According to the draft budget, the annual salary for the new position would be $62,000.

Mayor Stephanie Scott said she isn’t sure whether creating the new position is how the community wants to address the need to spur economic development. “We will discuss it. I think that the community agrees that economic development is the lifeblood of the community and we have a responsibility to take action.”

Other significant personnel changes include combining the deputy clerk and public facilities clerk positions into one job, changing the assistant assessor position to assessor, increasing the administrative assistant position in the lands department from 30 to 40 hours per week, and eliminating the part-time seasonal parks laborer for public works.

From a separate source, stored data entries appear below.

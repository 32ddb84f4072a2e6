"""The comb's network against exact comb-line tables, a second network library and physical laws."""

from __future__ import annotations

from dataclasses import replace

import numpy as np
import pytest
from hypothesis import given, settings
from hypothesis import strategies as st
from independent_network import responses
from reference_data import rows, table
from sample_comb import chip_comb, combs, plate_comb

from layoutgen.circuit import ALL_LOSSES, NO_LOSSES, Circuit, SectionSolver, unloaded_q
from layoutgen.constants import SPEED_OF_LIGHT, VACUUM_PERMITTIVITY
from layoutgen.errors import InputError
from layoutgen.lines import LineSolver, StripMatrices, line_admittance

DESIGNS = {row["case"]: row for row in rows("combline.toml", "designs")}


def ideal_combline(case: str, f_over_f0: np.ndarray) -> np.ndarray:
    """S-parameters of a design of the table, from coupled lines of its capacitances. [f0 = 1 GHz]"""
    design = DESIGNS[case]
    words = case.split(", ")
    theta = np.radians(next(float(w.split()[1]) for w in words if w.startswith("th0")))
    line_admittance_ratio = next(float(w.split()[1]) for w in words if w.startswith("Ya/YA"))
    eps_r = next(float(w.split()[1]) for w in words if w.startswith("er"))
    ground, mutual = np.array(design["C_over_eps"]), np.array(design["M_over_eps"])
    matrix = np.diag(ground) - np.diag(mutual, 1) - np.diag(mutual, -1)
    matrix += np.diag(np.append(mutual, 0)) + np.diag(np.append(0, mutual))
    capacitance = matrix * VACUUM_PERMITTIVITY * eps_r
    inductance = np.linalg.inv(matrix) / (SPEED_OF_LIGHT**2 * VACUUM_PERMITTIVITY)
    modes = StripMatrices(capacitance=capacitance, inductance=inductance).modes()
    length = theta / (2 * np.pi * 1e9) * SPEED_OF_LIGHT / np.sqrt(eps_r)
    near, far = line_admittance(f_over_f0 * 1e9, modes, length)
    n = len(ground)
    resonators = np.arange(1, n - 1)
    # ports at end A of the outer lines, capacitors at end B of the resonators, all else grounded
    ends_b = np.zeros((len(f_over_f0), n, n), dtype=complex)
    ends_b[:] = near
    load = f_over_f0 * 0.02 * line_admittance_ratio / np.tan(theta)
    ends_b[:, resonators, resonators] += 1j * load[:, None]
    inner = ends_b[:, resonators[:, None], resonators[None, :]]
    ports = [0, n - 1]
    across = far[:, ports][:, :, resonators]
    reduced = near[:, ports][:, :, ports] - across @ np.linalg.inv(inner) @ across.transpose(0, 2, 1)
    return 2 * np.linalg.inv(np.eye(2) + 50 * reduced) - np.eye(2)


@pytest.mark.parametrize("case", DESIGNS)
def test_coupled_lines_have_the_exact_combline_response(case):
    points = [row for row in rows("combline.toml", "response") if row["case"] == case]
    s = ideal_combline(case, np.array([row["f_over_f0"] for row in points]))

    for row, found in zip(points, s, strict=True):
        # eight digits; very small values of one of the two are limited by the rounding of the capacitances
        for value, key in ((found[0, 0], "S11_dB"), (found[1, 0], "S21_dB")):
            expected = 10 ** (row[key] / 20)
            assert abs(value) == pytest.approx(expected, rel=2e-6, abs=3e-7)


@pytest.mark.parametrize("row", rows("combline.toml", "edges"), ids=lambda r: r["case"])
def test_coupled_lines_have_the_exact_combline_band_edges(row):
    f = np.linspace(row["f_low"] - 2e-3, row["f_high"] + 2e-3, 20001)
    passing = f[np.abs(ideal_combline(row["case"], f)[:, 1, 0]) ** 2 >= 0.5]

    step = 1.5e-4  # the resolution that the table states
    assert passing[0] == pytest.approx(row["f_low"], rel=0, abs=step)
    assert passing[-1] == pytest.approx(row["f_high"], rel=0, abs=step)


def test_the_same_network_assembled_by_a_general_library():
    frequency = np.linspace(0.9e9, 3.7e9, 60)

    ours, theirs = responses(chip_comb(), frequency)

    np.testing.assert_allclose(ours, theirs, rtol=0, atol=1e-9)


@pytest.mark.parametrize("make", [chip_comb, plate_comb])
def test_without_loss_no_power_is_lost(make):
    f = np.linspace(0.7e9, 6e9, 300)

    s = Circuit(make()).scattering(f, NO_LOSSES)

    power = s.conj().transpose(0, 2, 1) @ s
    np.testing.assert_allclose(power, np.broadcast_to(np.eye(2), power.shape), rtol=0, atol=1e-8)


@settings(max_examples=15, deadline=None)
@given(comb=combs(), start=st.floats(0.2e9, 2e9))
def test_any_comb_is_passive_and_reciprocal(comb, start):
    f = start * np.linspace(1, 4.1, 41)

    s = Circuit(comb).scattering(f)

    np.testing.assert_allclose(s, s.transpose(0, 2, 1), rtol=0, atol=1e-9)
    lost = np.eye(2) - s.conj().transpose(0, 2, 1) @ s
    assert np.linalg.eigvalsh(lost).min() > -1e-9


def test_each_mechanism_adds_loss_and_together_they_nearly_add_up():
    """Small losses add, to first order; all are a tenth of a real board's here, the second order is 5 %."""
    comb = chip_comb()
    stack = replace(
        comb.stack, tan_delta=comb.stack.tan_delta / 10, conductivity=100 * comb.stack.conductivity
    )
    loads = [replace(r.load, resistance=r.load.resistance / 10) for r in comb.resonators]
    resonators = tuple(replace(r, load=load) for r, load in zip(comb.resonators, loads, strict=True))
    comb = replace(comb, stack=stack, resonators=resonators)
    solver = SectionSolver(comb.stack, comb.width)
    circuit = Circuit(comb, solver)
    f = np.linspace(1.0e9, 2.2e9, 400)
    peak = f[np.argmax(np.abs(circuit.scattering(f, NO_LOSSES)[:, 1, 0]))]

    def loss(mechanisms):
        return float(-20 * np.log10(np.abs(circuit.scattering([peak], mechanisms)[0, 1, 0])))

    base = loss(NO_LOSSES)
    single = [loss(frozenset({m})) - base for m in sorted(ALL_LOSSES)]
    assert min(single) > 0
    assert loss(ALL_LOSSES) - base == pytest.approx(sum(single), rel=0.05, abs=0)


def test_dielectric_q_of_a_resonator_is_the_reciprocal_of_filled_energy_times_loss_tangent():
    """With no other loss, Q doubles when the loss tangent halves, and is above 1 / tan delta."""
    comb = chip_comb()
    q = []
    for tan_delta in (0.004, 0.002):
        stack = replace(comb.stack, tan_delta=tan_delta, conductivity=1e18, roughness=0.0)
        loads = [replace(r, load=replace(r.load, resistance=0.0)) for r in comb.resonators]
        changed = replace(comb, stack=stack, resonators=tuple(loads))
        q.append(unloaded_q(changed, SectionSolver(stack, comb.width), 1.4e9)[2])

    assert q[1] == pytest.approx(2 * q[0], rel=0.01, abs=0)
    assert q[1] > 1 / 0.002


def test_the_coupling_of_the_reference_resonator():
    """A pair of loaded lines against a finite-difference solution of the section, two or three digits."""
    data = table("combline.toml", "reference_resonator")
    solver = LineSolver(
        height=data["height_mm"] * 1e-3,
        eps_r=data["eps_r"],
        cover=None,
        reach=20e-3,
        thickness=data["copper_mm"] * 1e-3,
    )
    width = data["width_mm"] * 1e-3
    one = solver.matrices(np.zeros(1), np.array([width]), [[0]])[0]
    length = _resonant(one.inductance[0, 0], one.capacitance[0, 0], data, length=None, f=data["f_GHz"] * 1e9)
    for gap, expected in data["rows"]:
        x = np.array([0, width + gap * 1e-3])
        m = solver.matrices(x, np.array([width, width]), [[0, 1]])[0]
        even, odd = (
            _resonant(
                m.inductance[0, 0] + sign * m.inductance[0, 1],
                m.capacitance[0, 0] + sign * m.capacitance[0, 1],
                data,
                length=length,
                f=None,
            )
            for sign in (1, -1)
        )
        k = abs(odd**2 - even**2) / (odd**2 + even**2)
        # half a step of the printed digits, and 1 % for the finite differences
        assert k == pytest.approx(expected, rel=0.01, abs=5e-4)


def _resonant(inductance, capacitance, data, *, length, f):
    from scipy.optimize import brentq

    def susceptance(f, length):
        omega = 2 * np.pi * f
        z, phase = np.sqrt(inductance / capacitance), omega * np.sqrt(inductance * capacitance) * length
        via = 1j * omega * data["via_nH"] * 1e-9
        line = z * (via + 1j * z * np.tan(phase)) / (z + 1j * via * np.tan(phase))
        chip = 1 / (1j * omega * data["load_pF"] * 1e-12) + 1j * omega * data["load_nH"] * 1e-9
        return (1 / line + 1 / chip).imag

    if length is None:
        return brentq(lambda x: susceptance(f, x), 2e-3, 20e-3)
    return brentq(lambda x: susceptance(x, length), 0.8e9, 3e9)


def test_a_frequency_of_zero_is_refused():
    with pytest.raises(InputError, match="frequency") as caught:
        Circuit(chip_comb()).scattering([0.0, 1e9])
    assert "greater than 0" in caught.value.remedy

Cozzi also suggested adding three offices, a new records room and a new, larger, ADA-compliant assembly chambers onto the administration building. “This ‘government campus’ would provide a very accessible, efficient place for the public to interact with its government,” she said.

The cost of the addition doesn’t appear in the budget, but Cozzi said she would begin with a design if the assembly is amenable to the idea.

Scott said she doesn’t see the addition “as something we can do at this time.”

“I don’t think that the borough should invest in any new buildings unless it can be demonstrated that there is a savings or some kind of value to the community that is apparent, and I don’t see that,” she said.

The draft budget also includes $27,000 in revenue from an impending phone tax, which would tack on a monthly fee to local phone bills. The tax will need to be approved by ordinance, though the ordinance has not yet come before the assembly.

The budget proposes no increase to the townsite service area mill rate and a lower areawide mill rate across the board, except for the Historic Dalton Trail Road Maintenance Service Area, which submitted a snow removal budget that results in higher mill rates for that area.

Regarding funding of nonprofits, Cozzi used the same method former manager Mark Earnest implemented last year, setting aside $32,500 in a “community chest” to be divided among qualifying nonprofits at a later date.  

Cozzi also took a page out of Earnest’s book regarding the swimming pool. “It looks like we will come in under the projected fiscal year 2014 revenue,” Cozzi said of the pool. “It is recommended the pool stay open during the summer months with a similar schedule to last summer, and we may want to consider raising the fees.”

Cozzi also decided to take $259,000 of permanent fund revenue – the maximum amount allowable under code – and transfer it to the areawide general fund. For the past several years, managers have not been taking the full amount allowable, putting the excess revenue in a “savings account” within the permanent fund.

Cozzi also proposed making the budget process a biennial endeavor, meaning the assembly would visit the budget once every two years. “The idea intrigues me,” she said, and pointed out the City of Seward adopts a biennial budget and claims it has improved the quality of the city’s financial planning.

The assembly’s first budget meeting is Tuesday at 5:30 p.m. It is only an introduction and won’t include discussion, Cozzi said.